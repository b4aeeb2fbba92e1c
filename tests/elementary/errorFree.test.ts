// The exact errors of sums and products, against exact integers.
import { expect, it } from "vitest";
import { anySumError, productError, sumError, upperHalf } from "../../src/ground/elementary/errorFree.ts";
import { doubles } from "./draws.ts";

const COUNT = 5000;
const first = doubles(40, COUNT, 7);
const second = doubles(40, COUNT, 70);
const pairs = first.map((a, i): [number, number] => [a, second[i] as number]);

/** x·2^500, exactly: every double used here and every product of two is a multiple of 2^-500. */
function exact(x: number): bigint {
  let scaled = x;
  let zeros = 500n;
  while (!Number.isInteger(scaled)) {
    scaled *= 2;
    zeros -= 1n;
  }
  return BigInt(scaled) << zeros;
}

const product = (a: number, b: number): bigint => (exact(a) * exact(b)) >> 500n;

it("a product and its error make the exact product", () => {
  expect(pairs.filter(([a, b]) => exact(a * b) + exact(productError(a, b, a * b)) !== product(a, b))).toEqual(
    [],
  );
});

it("a sum and its error make the exact sum", () => {
  const wrong = pairs.filter(([a, b]) => {
    const [larger, smaller] = Math.abs(a) >= Math.abs(b) ? [a, b] : [b, a];
    const inOrder = exact(a + b) + exact(sumError(larger, smaller, a + b));
    const inAnyOrder = exact(a + b) + exact(anySumError(a, b, a + b));
    return inOrder !== exact(a) + exact(b) || inAnyOrder !== inOrder;
  });
  expect(wrong).toEqual([]);
});

it("the errors are not all nothing", () => {
  expect(pairs.filter(([a, b]) => productError(a, b, a * b) !== 0).length).toBeGreaterThan(COUNT * 0.9);
  expect(pairs.filter(([a, b]) => anySumError(a, b, a + b) !== 0).length).toBeGreaterThan(COUNT * 0.5);
});

it("both halves of a double have at most 26 bits", () => {
  const bitsOf = (x: number): number => exact(Math.abs(x)).toString(2).replace(/0+$/, "").length;
  expect(first.filter((x) => bitsOf(upperHalf(x)) > 26 || bitsOf(x - upperHalf(x)) > 26)).toEqual([]);
});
☆ ☆ ☆ ☆
In the listing above, the lines from the one containing "errors are not" through the one containing "halves of a" must be set down exactly, with no other lines.

it("the errors are not all nothing", () => {
  expect(pairs.filter(([a, b]) => productError(a, b, a * b) !== 0).length).toBeGreaterThan(COUNT * 0.9);
  expect(pairs.filter(([a, b]) => anySumError(a, b, a + b) !== 0).length).toBeGreaterThan(COUNT * 0.5);
});

it("both halves of a double have at most 26 bits", () => {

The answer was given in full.